Location
- Main Street Baston, Lincolnshire, PE6 9PA England 52°42′40″N 0°21′22″W﻿ / ﻿52.711151°N 0.356159°W

Information
- Type: Private co-educational school
- Established: 1964
- Founder: B K Wyman
- Local authority: Lincolnshire
- Department for Education URN: 120729 Tables
- Head: Corinne Jones
- Gender: Mixed
- Age: 4 to 18
- Enrolment: 108
- Hours in school day: 7
- Houses: Pavenham, Rafeland, Stowe, Truesdale
- Colours: Red, Green, Blue, Yellow
- Website: https://www.kirkstonehouseschool.co.uk

= Kirkstone House School =

Kirkstone House School is an independent day school situated in the rural village of Baston in south Lincolnshire, England.

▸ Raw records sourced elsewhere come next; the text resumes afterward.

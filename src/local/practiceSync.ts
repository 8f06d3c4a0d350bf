import { Dexie } from 'dexie';
import type { PracticeEndDto, PracticeSessionDto, PulledPracticeSession } from '../contract/practice';
import type { ChangeDto } from '../contract/sync';
import { isPracticeChange } from '../contract/practiceChange';
import { progressParts } from '../core/practice/progressParts';
import { NO_ACCOUNT, type LocalDb, type PracticeEndRow, type PracticeSessionRow } from './db';
import { clientIdFor, recordChangesInTransaction, type NewChange } from './outbox';

/*
 * The practice log synced to the person's account (docs/practice.md): each write on the phone
 * records its outbox rows in the same transaction, the setup and each end replacing the one
 * before, so sending one again changes nothing; pulled practice lands in the same tables.
 */

/** The session as the server keeps it: everything but the phone's owner, progress parts and the server's note. */
export function practiceSessionDto(session: PracticeSessionRow): PracticeSessionDto {
  const { ownerId: _owner, progress: _progress, revivedAt: _revived, ...dto } = session;
  return dto;
}

export const practiceEndDto = ({
  sessionId,
  index,
  distanceM,
  faceId,
  arrows,
  at,
}: PracticeEndRow): PracticeEndDto => ({
  sessionId,
  index,
  distanceM,
  faceId,
  arrows,
  at,
});

/** Everything of a session, to send it whole (adopted on sign-in, or put back on Undo). */
export const wholeSession = (session: PracticeSessionRow, ends: readonly PracticeEndRow[]): NewChange[] => [
  { kind: 'practice.session', args: practiceSessionDto(session) },
  ...ends.map((e): NewChange => ({ kind: 'practice.end', args: practiceEndDto(e) })),
];

/** Everything of several sessions, read from the phone (inside the caller's transaction), ends in order. */
export async function wholeSessions(
  db: LocalDb,
  sessions: readonly PracticeSessionRow[],
): Promise<NewChange[]> {
  const ends = await db.practiceEnds
    .where('sessionId')
    .anyOf(sessions.map((s) => s.id))
    .toArray();
  ends.sort((a, b) => a.index - b.index);
  return sessions.flatMap((s) =>
    wholeSession(
      s,
      ends.filter((e) => e.sessionId === s.id),
    ),
  );
}

/**
 * Who a practice write on this phone is sent for, found before its transaction opens (finding a
 * client id may write): the person using the phone, or no one (practice with no account waits
 * on the phone until someone signs in and adopts it).
 */
export async function practiceSender(
  db: LocalDb,
  owner: number | undefined,
): Promise<{ userId: number; clientId: string } | undefined> {
  if (owner === undefined || owner === NO_ACCOUNT) return undefined;
  return { userId: owner, clientId: await clientIdFor(db, owner) };
}

/**
 * Records the outbox rows of a practice write in its transaction, when the session is the
 * sender's; once that transaction commits, the sync loop sends them after a pause (as after a
 * tap on the pad).
 */
export async function sendPractice(
  db: LocalDb,
  sender: { userId: number; clientId: string } | undefined,
  ownerId: number,
  changes: readonly NewChange[],
): Promise<void> {
  if (!sender || sender.userId !== ownerId) return;
  await recordChangesInTransaction(db, sender.clientId, ownerId, changes);
  // Imported when needed: the sync loop imports this module through the sync engine.
  Dexie.currentTransaction?.on('complete', () => {
    import('./syncLoop').then((m) => m.syncLoop().afterChange()).catch(() => undefined);
  });
}

/** The session a practice outbox row is about (its key is practice:<session>[:<end>]). */
const sessionOfKey = (endKey: string) => endKey.split(':')[1] ?? '';

/** People whose older practice this page has seen to (see sendOlderPractice). */
const olderPracticeSent = new Set<string>();

/**
 * Practice a person kept on this phone before practice synced (an older version of the app
 * recorded no outbox rows for it) is sent whole, once per phone and person (`meta` remembers it):
 * every session of theirs that no outbox row is about.
 */
export async function sendOlderPractice(db: LocalDb, userId: number, clientId: string): Promise<void> {
  const key = `practiceSent:${userId}`;
  if (olderPracticeSent.has(`${db.name}:${key}`)) return;
  await db.transaction('rw', [db.meta, db.practiceSessions, db.practiceEnds, db.outbox], async () => {
    if (await db.meta.get(key)) return;
    const [sessions, rows] = await Promise.all([
      db.practiceSessions.where('ownerId').equals(userId).toArray(),
      db.outbox.where('endKey').startsWith('practice:').toArray(),
    ]);
    const sent = new Set(rows.map((r) => sessionOfKey(r.endKey)));
    const older = sessions.filter((s) => !sent.has(s.id));
    await recordChangesInTransaction(db, clientId, userId, await wholeSessions(db, older));
    await db.meta.put({ key, value: new Date().toISOString() });
  });
  olderPracticeSent.add(`${db.name}:${key}`);
}

/**
 * Stores the practice of a pull (inside the sync's transaction, over practiceSessions,
 * practiceEnds and outbox): setups and ends replace the phone's copies, an end with no arrows and
 * a deleted session go, and each touched session's progress parts are worked out again. A
 * session with changes of this phone still waiting keeps the phone's own state: the next round
 * sends them, and its pull brings the server's state back after them.
 */
export async function applyPulledPractice(
  db: LocalDb,
  userId: number,
  changes: readonly ChangeDto[],
): Promise<void> {
  const practice = changes.filter(isPracticeChange);
  if (practice.length === 0) return;
  const waiting = new Set(
    (
      await db.outbox
        .where('endKey')
        .startsWith('practice:')
        .filter((r) => r.status === 'pending' && r.userId === userId)
        .toArray()
    ).map((r) => sessionOfKey(r.endKey)),
  );
  const sessions = new Map<string, PulledPracticeSession>();
  const ends = new Map<string, PracticeEndDto>();
  /** Sessions deleted on the server: whatever this phone holds of them goes first. */
  const wiped = new Set<string>();
  for (const change of practice) {
    const id = change.type === 'practice' ? change.record.id : change.record.sessionId;
    if (waiting.has(id)) continue;
    if (change.type === 'practice') sessions.set(id, change.record);
    else if (change.type === 'practice-end') ends.set(`${id}:${change.record.index}`, change.record);
    else {
      wiped.add(id);
      sessions.delete(id);
      for (const [key, end] of ends) if (end.sessionId === id) ends.delete(key);
    }
  }
  if (wiped.size > 0) {
    await db.practiceEnds
      .where('sessionId')
      .anyOf([...wiped])
      .delete();
    await db.practiceSessions.bulkDelete([...wiped]);
  }
  const [kept, taken] = [
    [...ends].filter(([, e]) => e.arrows.length > 0),
    [...ends].filter(([, e]) => e.arrows.length === 0),
  ];
  await db.practiceEnds.bulkDelete(taken.map(([key]) => key));
  await db.practiceEnds.bulkPut(kept.map(([key, e]): PracticeEndRow => ({ key, ...e })));

  const touched = [...new Set([...sessions.keys(), ...[...ends.values()].map((e) => e.sessionId)])];
  const [stored, allEnds] = await Promise.all([
    db.practiceSessions.bulkGet(touched),
    db.practiceEnds.where('sessionId').anyOf(touched).toArray(),
  ]);
  const rows = touched.flatMap((id, i): PracticeSessionRow[] => {
    const setup = sessions.get(id) ?? stored[i];
    if (!setup) return []; // an end whose setup comes in a later pull
    const own = allEnds.filter((e) => e.sessionId === id).sort((a, b) => a.index - b.index);
    const { revivedAt } = setup;
    return [
      {
        ...practiceSessionDto({ ownerId: userId, ...setup }),
        ownerId: userId,
        progress: progressParts(own),
        // Brought back after a deletion (a change from a phone that had not heard of it): the log says so.
        ...(revivedAt ? { revivedAt } : {}),
      },
    ];
  });
  await db.practiceSessions.bulkPut(rows);
}

/** Why the account refused practice changes of this person (each reason once), for the practice log. */
export async function refusedPractice(db: LocalDb, owner: number | undefined): Promise<string[]> {
  if (owner === undefined || owner === NO_ACCOUNT) return [];
  const rows = await db.outbox
    .where('endKey')
    .startsWith('practice:')
    .filter((r) => r.userId === owner && r.status === 'rejected')
    .toArray();
  return [...new Set(rows.map((r) => r.reason ?? 'Your account did not take this change.'))];
}
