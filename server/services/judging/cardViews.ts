import {
  cardTotals,
  endView,
  endsOfRound,
  roundMaxScore,
  rulingSteps,
  type RoundDefinition,
} from '../../../src/core';
import type { Position } from '../../../src/contract/events';
import type { CardState, CardView, SessionCardItem, SessionCards } from '../../../src/contract/judging';
import type { Db } from '../../db';
import type { SessionRow } from '../organizer/sessions';
import { isFinal, type CardData, type cardRelation } from './cardData';
import { endFactsOf, loadEndRecords } from './endRecords';

type Relation = Awaited<ReturnType<typeof cardRelation>>;

const cardState = (archer: boolean, scorer: boolean): CardState =>
  archer && scorer ? 'final' : archer || scorer ? 'countersigned' : 'running';

/** An archer's card as the archer, a writer of the target or staff see it. */
export function cardView(card: CardData, relation: Relation): CardView {
  const totals = cardTotals(
    card.round,
    card.ends.map((e) => e.view.arrows),
  );
  const signedEnds = card.ends.filter((e) => e.stored.signature).length;
  const allSigned = signedEnds === card.ends.length;

  // The role the requester could sign in: their own card as archer, a card they kept as scorer.
  const writer = relation.task === 'writer1' || relation.task === 'writer2';
  const role: 'archer' | 'scorer' | null =
    relation.archer && !card.signatures.archer
      ? 'archer'
      : writer && !relation.archer && !card.signatures.scorer
        ? 'scorer'
        : null;
  const unsigned = card.ends.length - signedEnds;
  const countersignNote =
    role && !allSigned
      ? `A judge still has to sign ${unsigned} of the ${card.ends.length} ends before the card can be signed.`
      : undefined;

  const signatures = (['archer', 'scorer'] as const).flatMap((r) => {
    const s = card.signatures[r];
    return s
      ? [
          {
            role: r,
            name: s.name,
            at: s.signed_at,
            phoneAt: s.phone_at,
            ...(s.onPaper ? { onPaper: s.onPaper } : {}),
            jws: s.jws,
          },
        ]
      : [];
  });
  return {
    event: { id: card.event.id, name: card.event.name },
    session: { id: card.session.id, name: card.session.name, closed: card.session.closed },
    archer: {
      entryId: card.archer.entryId,
      name: card.archer.name,
      club: card.archer.club,
      division: card.archer.division,
      targetNumber: card.archer.targetNumber,
      position: card.archer.position,
    },
    round: { id: card.round.id, name: card.round.name, maxScore: roundMaxScore(card.round) },
    ends: card.ends.map((e, i) => {
      const tallied = totals.ends[i]!;
      const signature = e.stored.signature;
      return {
        endIndex: e.endIndex,
        distanceIndex: e.distanceIndex,
        state: e.view.state,
        arrows: tallied.values ?? null,
        total: tallied.total ?? null,
        runningTotal: tallied.runningTotal ?? null,
        ...(signature ? { signedBy: signature.signedByName, signedAt: signature.signedAt } : {}),
        ...(e.stored.transcribedBy ? { transcribedBy: e.stored.transcribedBy } : {}),
        rulings: rulingSteps(endFactsOf(e.stored), e.stored.rulings ?? []).map(({ ruling, before }) => ({
          judgedByName: ruling.judgedByName,
          judgedAt: ruling.judgedAt,
          reason: ruling.reason,
          photoId: ruling.photoId,
          arrows: ruling.arrows,
          before,
        })),
      };
    }),
    totals: { total: totals.total, tens: totals.tens, xs: totals.xs, hits: totals.hits },
    signedEnds,
    totalEnds: card.ends.length,
    signatures,
    state: cardState(!!card.signatures.archer, !!card.signatures.scorer),
    final: isFinal(card),
    canCountersign: allSigned ? role : null,
    canRecordPaperCountersign:
      relation.judge && allSigned && card.archer.userId === null && !card.signatures.archer,
    ...(countersignNote ? { countersignNote } : {}),
  };
}

/** Where every card of a session stands: for organizers and judges to see what is missing. */
export async function sessionCards(db: Db, session: SessionRow): Promise<SessionCards> {
  const archers = (await db('target_assignments as ta')
    .join('entries as e', 'e.id', 'ta.entry_id')
    .join('divisions as d', 'd.id', 'e.division_id')
    .join('session_divisions as sd', (j) =>
      j.on('sd.session_id', 'ta.session_id').andOn('sd.division_id', 'e.division_id'),
    )
    .where('ta.session_id', session.id)
    .orderBy([{ column: 'ta.target_number' }, { column: 'ta.position' }])
    .select(
      'ta.entry_id',
      'ta.target_number',
      'ta.position',
      'e.name',
      'e.user_id',
      'd.name as division',
      'sd.round_json',
    )) as {
    user_id: number | null;
    entry_id: number;
    target_number: number;
    position: Position;
    name: string;
    division: string;
    round_json: string;
  }[];
  const entryIds = archers.map((a) => a.entry_id);
  const stored = await loadEndRecords(db, session.id, entryIds);
  const signed = (await db('card_signatures')
    .where({ session_id: session.id })
    .whereIn('entry_id', entryIds)
    .whereNull('superseded_at')
    .select('entry_id', 'role')) as { entry_id: number; role: 'archer' | 'scorer' }[];
  const mailed = (await db('card_mailings')
    .where({ session_id: session.id, status: 'sent' })
    .whereIn('entry_id', entryIds)
    .groupBy('entry_id')
    .select('entry_id')
    .max({ at: 'at' })) as { entry_id: number; at: string }[];

  const cards: SessionCardItem[] = archers.map((a) => {
    const round = JSON.parse(a.round_json) as RoundDefinition;
    const ends = endsOfRound(round);
    const views = ends.map((end) => endView(stored.facts(a.entry_id, end.index)));
    const archerSigned = signed.some((s) => s.entry_id === a.entry_id && s.role === 'archer');
    const scorerSigned = signed.some((s) => s.entry_id === a.entry_id && s.role === 'scorer');
    const signedEnds = views.filter((v) => v.state === 'signed').length;
    return {
      entryId: a.entry_id,
      name: a.name,
      division: a.division,
      targetNumber: a.target_number,
      position: a.position,
      signedEnds,
      endsWithValues: views.filter((v) => v.arrows).length,
      totalEnds: ends.length,
      total: cardTotals(
        round,
        views.map((v) => v.arrows),
      ).total,
      archerSigned,
      scorerSigned,
      final: archerSigned && scorerSigned,
      mailedAt: mailed.find((m) => m.entry_id === a.entry_id)?.at ?? null,
      needsPaperCountersign: a.user_id === null && !archerSigned && signedEnds === ends.length,
    };
  });
  return { sessionId: session.id, cards };
}
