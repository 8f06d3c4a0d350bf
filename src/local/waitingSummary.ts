import type { OutboxRow } from './db';

/** What waits to sync, counted as a person thinks of it, with the exact number of changes. */
export type WaitingSummary = {
  changes: number;
  ends: number;
  signatures: number;
  shootOffArrows: number;
  /** Practice sessions with a setup or deletion waiting and no end of theirs waiting. */
  practiceSessions: number;
};

/**
 * Counts waiting changes as ends and signatures: every tap of a writer is a change, but the
 * person entered one end per archer, so "24 waiting" for one end of four archers reads as lost work.
 */
export function summarizeWaiting(rows: readonly Pick<OutboxRow, 'kind' | 'endKey'>[]): WaitingSummary {
  const ends = new Set<string>();
  let signatures = 0;
  // A re-recorded shoot-off arrow replaces the earlier one: count arrows, not changes.
  const shootOffArrows = new Set<string>();
  // A practice session's setup or deletion is no end of its own: the session counts only when
  // none of its ends wait (a session just started, or deleted). Keys: practice:<session>[:<end>].
  const practiceSessions = new Set<string>();
  for (const row of rows) {
    if (['end.sign', 'card.sign', 'match.sign', 'match.endSign'].includes(row.kind)) signatures += 1;
    else if (row.kind === 'shootoff.record' || row.kind === 'match.shootoff') shootOffArrows.add(row.endKey);
    else if (row.kind === 'practice.session' || row.kind === 'practice.delete')
      practiceSessions.add(row.endKey);
    else ends.add(row.endKey);
  }
  for (const end of ends)
    if (end.startsWith('practice:')) practiceSessions.delete(end.split(':', 2).join(':'));
  return {
    changes: rows.length,
    ends: ends.size,
    signatures,
    shootOffArrows: shootOffArrows.size,
    practiceSessions: practiceSessions.size,
  };
}

const count = (n: number, one: string, many: string) => `${n} ${n === 1 ? one : many}`;

/** "4 ends", "1 end and 2 signatures", for the badge and the sync line. */
export function waitingWords(summary: WaitingSummary): string {
  const parts = [
    summary.ends > 0 ? count(summary.ends, 'end', 'ends') : '',
    summary.signatures > 0 ? count(summary.signatures, 'signature', 'signatures') : '',
    summary.shootOffArrows > 0 ? count(summary.shootOffArrows, 'shoot-off arrow', 'shoot-off arrows') : '',
    summary.practiceSessions > 0
      ? count(summary.practiceSessions, 'practice session', 'practice sessions')
      : '',
  ].filter(Boolean);
  return parts.length > 1 ? `${parts.slice(0, -1).join(', ')} and ${parts.at(-1)}` : (parts[0] ?? '');
}

/** The exact count, for the details: "24 changes". */
export const changesWords = (summary: WaitingSummary) => count(summary.changes, 'change', 'changes');
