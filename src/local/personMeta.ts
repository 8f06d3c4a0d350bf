/*
 * Keys of the `meta` rows that belong to one person on a shared phone. They live together so that
 * forgetOthers drops every one of them when the phone changes hands.
 */

const PULL_CURSOR = 'pullCursor:';
const TOURNAMENT_CARDS = 'tournamentCards:';

/** How far this person's pulls have read the server's changes. */
export const pullCursorKey = (userId: number) => `${PULL_CURSOR}${userId}`;
/** The kept copy of the person's tournament cards (features/practice/tournamentCards.ts). */
export const tournamentCardsKey = (userId: number) => `${TOURNAMENT_CARDS}${userId}`;
/** The prefixes of every per-person key above. */
export const PERSON_META_PREFIXES = [PULL_CURSOR, TOURNAMENT_CARDS] as const;
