import type { ArrowValue, EndFacts } from '../../../src/core';
import type { EndSignatureDto, RulingDto } from '../../../src/contract/judging';
import type { Db } from '../../db';
import {
  END_ENTRY_COLUMNS,
  SETTLEMENT_COLUMNS,
  toEndSignature,
  toRuling,
  type EndEntryRow,
  type EndSignatureRow,
  type RulingRow,
  type SettlementRow,
} from '../sync/fieldRows';

/**
 * Everything stored about one end: the writers' records, the settlement, the latest ruling (and
 * every ruling, oldest first, for the card's history), the current signature.
 */
export type StoredEnd = {
  first?: EndEntryRow | undefined;
  second?: EndEntryRow | undefined;
  settlement?: SettlementRow | undefined;
  ruling?: RulingDto | undefined;
  rulings?: RulingDto[] | undefined;
  signature?: EndSignatureDto | undefined;
  /** The judge who transcribed a writer's or the caller's record of it from a file no phone signed. */
  transcribedBy?: string;
};

export type EndRecords = {
  end(entryId: number, endIndex: number): StoredEnd;
  /** The end as core `endView` reads it (see endFactsOf). */
  facts(entryId: number, endIndex: number, options?: { signed?: boolean }): EndFacts;
};

const writer = (r: EndEntryRow | undefined) =>
  r && {
    arrows: JSON.parse(r.arrows_json) as ArrowValue[],
    revision: r.revision,
    flags: JSON.parse(r.flags_json) as { index: number; flag: string }[],
  };

/**
 * A stored end as core `endView` reads it. With `signed: false` the signature is left out: what
 * the records alone decide (verification compares the two).
 */
export function endFactsOf(end: StoredEnd, options: { signed?: boolean } = {}): EndFacts {
  const s = end.settlement;
  return {
    first: writer(end.first),
    second: writer(end.second),
    settlement: s && {
      arrows: JSON.parse(s.arrows_json) as ArrowValue[],
      disputed: JSON.parse(s.disputed_json) as number[],
      basis: JSON.parse(s.basis_json) as { first: number; second: number },
    },
    ruling: end.ruling && { arrows: end.ruling.arrows },
    signedArrows: options.signed === false ? undefined : end.signature?.arrows,
  };
}

/** Names the judge on each end whose current records include a transcription (a few queries in all). */
async function labelTranscriptions(db: Db, ends: Iterable<StoredEnd>): Promise<void> {
  const byMutation = new Map<string, StoredEnd>();
  for (const end of ends)
    for (const r of [end.first, end.second, end.settlement]) if (r) byMutation.set(r.mutation_id, end);
  const ids = [...byMutation.keys()];
  for (let i = 0; i < ids.length; i += 500) {
    const rows = (await db('mutations as m')
      .join('users as u', 'u.id', 'm.transcribed_by')
      .whereIn('m.mutation_uuid', ids.slice(i, i + 500))
      .select('m.mutation_uuid', 'u.display_name')) as { mutation_uuid: string; display_name: string }[];
    for (const row of rows) byMutation.get(row.mutation_uuid)!.transcribedBy = row.display_name;
  }
}

/** Reads every stored end of some archers in a session, in four queries (and one per 500 records for transcriptions). */
export async function loadEndRecords(
  db: Db,
  sessionId: number,
  entryIds: readonly number[],
): Promise<EndRecords> {
  const ends = new Map<string, StoredEnd>();
  const at = (entryId: number, endIndex: number): StoredEnd => {
    const key = `${entryId}:${endIndex}`;
    let end = ends.get(key);
    if (!end) ends.set(key, (end = {}));
    return end;
  };
  const of = (table: string) => db(table).where({ session_id: sessionId }).whereIn('entry_id', entryIds);

  for (const r of (await of('end_entries').select(END_ENTRY_COLUMNS)) as EndEntryRow[])
    at(r.entry_id, r.end_index)[r.slot === 1 ? 'first' : 'second'] = r;
  for (const s of (await of('end_settlements').select(SETTLEMENT_COLUMNS)) as SettlementRow[])
    at(s.entry_id, s.end_index).settlement = s;
  const rulings = (await db('end_rulings as t')
    .join('users as u', 'u.id', 't.judged_by')
    .where('t.session_id', sessionId)
    .whereIn('t.entry_id', entryIds)
    .orderBy('t.id')
    .select('t.*', 'u.display_name')) as (RulingRow & { id: number; display_name: string })[];
  for (const { id, display_name, ...row } of rulings) {
    const end = at(row.entry_id, row.end_index);
    end.ruling = toRuling(id, row, display_name);
    end.rulings = [...(end.rulings ?? []), end.ruling];
  }
  const signatures = (await db('end_signatures as t')
    .join('users as u', 'u.id', 't.signed_by')
    .where('t.session_id', sessionId)
    .whereIn('t.entry_id', entryIds)
    .whereNull('t.superseded_at')
    .select('t.*', 'u.display_name')) as (EndSignatureRow & { id: number; display_name: string })[];
  for (const { id, display_name, ...row } of signatures)
    at(row.entry_id, row.end_index).signature = toEndSignature(id, row, display_name);

  await labelTranscriptions(db, ends.values());

  return {
    end: (entryId, endIndex) => ends.get(`${entryId}:${endIndex}`) ?? {},
    facts: (entryId, endIndex, options) => endFactsOf(ends.get(`${entryId}:${endIndex}`) ?? {}, options),
  };
}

The school provides education for boys and girls aged between 4 and 18. Ages 4 to 11 are taught in the separate junior school, and up to GCSE at 16 in the senior school, with a traditional house structure. A sixth form was established at the school in 2013 (using the existing school infrastructure) catering for the BTEC Extended Diploma.

==History==
Kirkstone House School was established in January 1964 by the principal, Mrs Beryl K. Wyman as a nursery school with four pupils. Continued parental demand for independent provision with small class sizes led to gradual expansion to cover the years up to GCSE.